# papa



## xav_orl

Hello!

A Czech friend wrote me this *"pappapa posílám slaďounkou pusinku kam si budeš přát...."* but i don't speak Czech.

What does that mean? i think it sounds like Kisses 

Thanks in anticipation


----------



## ManagaCTAG

Hi, 

it means something like "byeeeeee and a sweatest kiss everywhere you wish..."

That girl / boy (I guess it's a girl, right?) really DOES LIKE YOU!


----------



## xav_orl

haha. Ok thanks. Czech girls are crazy...


----------



## capials

sladké sny     sweet dreams  no sweat!


----------



## Plzenak

Capials má pravdu , mělo by to být : "byeeeeee and a *sweet *kiss *anywhere/everywhere* you wish..." 

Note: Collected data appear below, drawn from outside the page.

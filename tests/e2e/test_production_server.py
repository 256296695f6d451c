"""Hostile traffic against the production server, started as the container and ``make serve`` start it
(gunicorn with calcsvc's configuration), where worker time-outs, slow clients and chunked bodies show.

Each test is bounded in time and sends traffic to loopback only.
"""

from __future__ import annotations

import json
import socket
import threading
import time
from collections.abc import Iterable, Iterator
from pathlib import Path
from typing import Any

import pytest
import requests
from helpers import HOSTILE_UNIT_STRINGS
from test_entrypoint import Server, entrypoint

from calcsvc.web.request_body import BASE_S, SMALL_BODY_BYTES, WAVEFORM_BODY_BYTES

BATCH_LIMIT = 2 << 20  # the server under test takes batches up to 2 MiB, so oversized ones stay quick to send
HEALTH_BUDGET_S = 1.0


@pytest.fixture(scope="module")
def server(tmp_path_factory: pytest.TempPathFactory) -> Iterator[Server]:
    folder = tmp_path_factory.mktemp("production")
    database = f"sqlite:///{folder / 'calcsvc.sqlite'}"
    with entrypoint(folder, database, "hostile", CALCSVC_MAX_CONTENT_LENGTH=str(BATCH_LIMIT), WEB_CONCURRENCY="") as s:
        yield s


def _raw(url: str, head: str, body: Iterable[bytes] = (), timeout: float = 30.0) -> tuple[int, bytes]:
    """Send a request head and then ``body`` piece by piece; the status and body of the answer.

    Sending stops when the server has answered (or closed), as a client that reads while it writes would.
    """
    host, port = url.removeprefix("http://").split(":")
    with socket.create_connection((host, int(port)), timeout=timeout) as sock:
        sock.sendall(head.encode())
        for piece in body:
            try:
                sock.sendall(piece)
            except (BrokenPipeError, ConnectionResetError):
                break
        answer = b""
        try:
            while chunk := sock.recv(65536):
                answer += chunk
                if b"\r\n\r\n" in answer and _complete(answer):
                    break
        except (ConnectionResetError, TimeoutError):
            pass
    assert answer, "the server closed the connection without an answer"
    status = int(answer.split(b" ", 2)[1])
    head, body = answer.split(b"\r\n\r\n", 1)
    return status, _dechunked(body) if _chunked_answer(head) else body


def _chunked_answer(head: bytes) -> bool:
    return any(line.lower().replace(b" ", b"") == b"transfer-encoding:chunked" for line in head.split(b"\r\n"))


def _dechunked(body: bytes) -> bytes:
    """A streamed (chunked) answer's body as the bytes it carries."""
    out = []
    while True:
        size_line, _, rest = body.partition(b"\r\n")
        size = int(size_line.split(b";")[0], 16)
        if size == 0:
            return b"".join(out)
        out.append(rest[:size])
        body = rest[size + 2 :]


def _complete(answer: bytes) -> bool:
    head, body = answer.split(b"\r\n\r\n", 1)
    if _chunked_answer(head):
        return body.startswith(b"0\r\n") or body.endswith(b"\r\n0\r\n\r\n")
    for line in head.split(b"\r\n"):
        if line.lower().startswith(b"content-length:"):
            return len(body) >= int(line.split(b":")[1])
    return False


def _health_latencies(url: str, seconds: float) -> list[float]:
    latencies = []
    end = time.monotonic() + seconds
    while time.monotonic() < end:
        started = time.monotonic()
        answer = requests.get(f"{url}/healthz", timeout=10)
        latencies.append(time.monotonic() - started)
        assert answer.status_code == 200
        time.sleep(0.2)
    return latencies


def test_hostile_unit_strings_are_refused_at_once_while_health_answers(server: Server) -> None:
    """Every hostile quantity string, three at a time, through the JSON body, the query string and a CSV batch:
    422 naming the field in well under a second each, and /healthz answering throughout."""
    ways = [
        lambda text: requests.post(
            f"{server.url}/v1/calc/led-string",
            json={"supply_v": text, "led": "led-red-5mm", "leds_in_series": 3, "current_a": 0.02},
            timeout=30,
        ),
        lambda text: requests.get(
            f"{server.url}/v1/calc/led-string",
            params={"supply_v": text, "led": "led-red-5mm", "leds_in_series": 3, "current_a": 0.02},
            timeout=30,
        ),
        lambda text: requests.post(
            f"{server.url}/v1/batch/led-string",
            data=f"supply_v,led,leds_in_series,current_a\n{text},led-red-5mm,3,0.02\n".encode(),
            headers={"Content-Type": "text/csv"},
            timeout=30,
        ),
    ]
    worst = 0.0
    for text in [t for t in HOSTILE_UNIT_STRINGS if len(t) > 60]:
        answers: list[tuple[float, requests.Response]] = []

        def send(way: Any, text: str = text, answers: list[tuple[float, requests.Response]] = answers) -> None:
            started = time.monotonic()
            answer = way(text)
            answers.append((time.monotonic() - started, answer))

        senders = [threading.Thread(target=send, args=(way,)) for way in ways]
        for sender in senders:
            sender.start()
        health = requests.get(f"{server.url}/healthz", timeout=HEALTH_BUDGET_S)
        for sender in senders:
            sender.join(30)
        assert health.status_code == 200 and len(answers) == 3
        for elapsed, answer in answers:
            worst = max(worst, elapsed)
            if answer.request.method == "GET" and answer.status_code == 414:
                continue  # a query string of 100,000 characters is over the server's request-line limit
            body = answer.json()
            if answer.request.url.endswith("/v1/batch/led-string"):
                assert answer.status_code == 200 and body["rows"][0]["ok"] is False
                assert "supply_v" in body["rows"][0]["problem"]["errors"]
            else:
                assert answer.status_code == 422 and "supply_v" in body["errors"], body
    assert worst < 1.0


def test_slow_clients_leave_the_service_answering(server: Server) -> None:
    """Eight clients trickling a body one byte every two seconds hold a thread each, never a whole worker,
    and are cut off with 408 once the body is overdue."""
    statuses: list[int] = []

    def trickle() -> None:
        body = json.dumps({"supply_v": 12, "led": "led-red-5mm", "leds_in_series": 3, "current_a": 0.02}).encode()
        head = (
            "POST /v1/calc/led-string HTTP/1.1\r\nHost: t\r\nContent-Type: application/json\r\n"
            f"Content-Length: {len(body)}\r\n\r\n"
        )

        def slowly() -> Iterator[bytes]:
            for byte in body:
                yield bytes([byte])
                time.sleep(2.0)

        statuses.append(_raw(server.url, head, slowly(), timeout=BASE_S + 20)[0])

    clients = [threading.Thread(target=trickle) for _ in range(8)]
    for client in clients:
        client.start()
    time.sleep(1.0)
    latencies = _health_latencies(server.url, BASE_S + 2)
    for client in clients:
        client.join(BASE_S + 30)
    assert max(latencies) < HEALTH_BUDGET_S, latencies
    assert statuses == [408] * 8


def test_a_silent_client_is_answered_408(server: Server) -> None:
    head = (
        "POST /v1/calc/led-string HTTP/1.1\r\nHost: t\r\nContent-Type: application/json\r\nContent-Length: 500\r\n\r\n"
    )
    started = time.monotonic()
    status, body = _raw(server.url, head + "{", timeout=BASE_S + 20)
    assert status == 408 and json.loads(body)["status"] == 408
    assert time.monotonic() - started < BASE_S + 2


def _chunked(pieces: Iterator[bytes]) -> Iterator[bytes]:
    for piece in pieces:
        yield f"{len(piece):x}\r\n".encode() + piece + b"\r\n"
    yield b"0\r\n\r\n"


def _csv_rows(count: int) -> Iterator[bytes]:
    yield b"supply_v,led,leds_in_series,current_a\n"
    for index in range(count):
        yield f"{12 + index % 7},led-red-5mm,3,0.0{10 + index % 9}\n".encode()


def _batch_head(content_type: str = "text/csv") -> str:
    return (
        "POST /v1/batch/led-string?layout=columns HTTP/1.1\r\nHost: t\r\nTransfer-Encoding: chunked\r\n"
        f"Content-Type: {content_type}\r\n\r\n"
    )


def test_chunked_batch_over_the_limit_is_refused_not_cut(server: Server) -> None:
    rows = 120_000
    assert sum(map(len, _csv_rows(rows))) > 1.3 * BATCH_LIMIT
    status, body = _raw(server.url, _batch_head(), _chunked(_csv_rows(rows)))
    assert status == 413, body[:300]
    assert json.loads(body)["status"] == 413


def test_chunked_batch_within_the_limit_is_read_whole(server: Server) -> None:
    rows = 20_000
    status, body = _raw(server.url, _batch_head(), _chunked(_csv_rows(rows)))
    assert status == 200, body[:300]
    answer = json.loads(body)
    assert answer["count"] == answer["ok_count"] == rows


def test_chunked_json_over_the_limit_says_413_not_bad_json(server: Server) -> None:
    head = (
        "POST /v1/calc/led-string HTTP/1.1\r\nHost: t\r\nTransfer-Encoding: chunked\r\n"
        "Content-Type: application/json\r\n\r\n"
    )
    filler = (b'{"supply_v": 12, "name": "' + b"x" * 65536 for _ in range(SMALL_BODY_BYTES // 65536 + 2))
    status, body = _raw(server.url, head, _chunked(filler))
    assert status == 413 and json.loads(body)["status"] == 413


def _worker_rss_kib(server: Server) -> dict[int, int]:
    master = int(server.pidfile.read_text())
    sizes = {}
    for task in Path(f"/proc/{master}/task").iterdir():
        for child in (task / "children").read_text().split():
            status = Path(f"/proc/{child}/status").read_text()
            sizes[int(child)] = int(next(line for line in status.splitlines() if line.startswith("VmRSS")).split()[1])
    return sizes


@pytest.mark.parametrize("chunked", [False, True], ids=["content-length", "chunked"])
def test_oversized_waveform_body_is_refused_without_growing_the_workers(server: Server, chunked: bool) -> None:
    """60 MiB of waveform samples to the duty-cycle budget: 413 at once, no worker grows by more than 8 MiB
    (the route's own limit is all it ever buffers)."""
    size = 60 << 20
    piece = b"0.5, " * 13107  # 64 KiB of samples
    pieces = (piece for _ in range(size // len(piece)))
    before = _worker_rss_kib(server)
    framing = "Transfer-Encoding: chunked" if chunked else f"Content-Length: {size}"
    head = f"POST /v1/calc/duty-cycle-power HTTP/1.1\r\nHost: t\r\n{framing}\r\nContent-Type: application/json\r\n\r\n"
    started = time.monotonic()
    status, body = _raw(server.url, head, _chunked(pieces) if chunked else pieces)
    elapsed = time.monotonic() - started
    assert status == 413 and json.loads(body)["status"] == 413
    assert elapsed < 5.0
    after = _worker_rss_kib(server)
    growth = max(after.get(pid, 0) - rss for pid, rss in before.items())
    assert growth < WAVEFORM_BODY_BYTES // 1024 + 8 * 1024, (before, after)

To bys tomu dal kdyby sweatest  lol.

*EDIT : ( anywhere you wish - kdekoliv si budeš přát , everywhere you wish - všude , kam si budeš přát , wherever you wish - kamkoliv si budeš přát= in czech it doesn´t make such a difference)*


----------



## capials

anywhere you wish=kdekoliv


----------



## slavic_one

Wherever you want.


----------



## capials

Interesting  ,usually you do not contribute to the English debate.
Everywhere was wrong,anywhere is not wrong but on *reflexion * deprecating; wherever is better .
Welcome!


----------



## ManagaCTAG

*sweet* - i'm sorry about that, of course that the kiss is SWEET, it was a typo.

*wherever you want* is incorrect, because the SMS says "prat" = wish


----------



## Nicker

For Czech "papa" there's in BE "ta-ta" = informal goodbye.


----------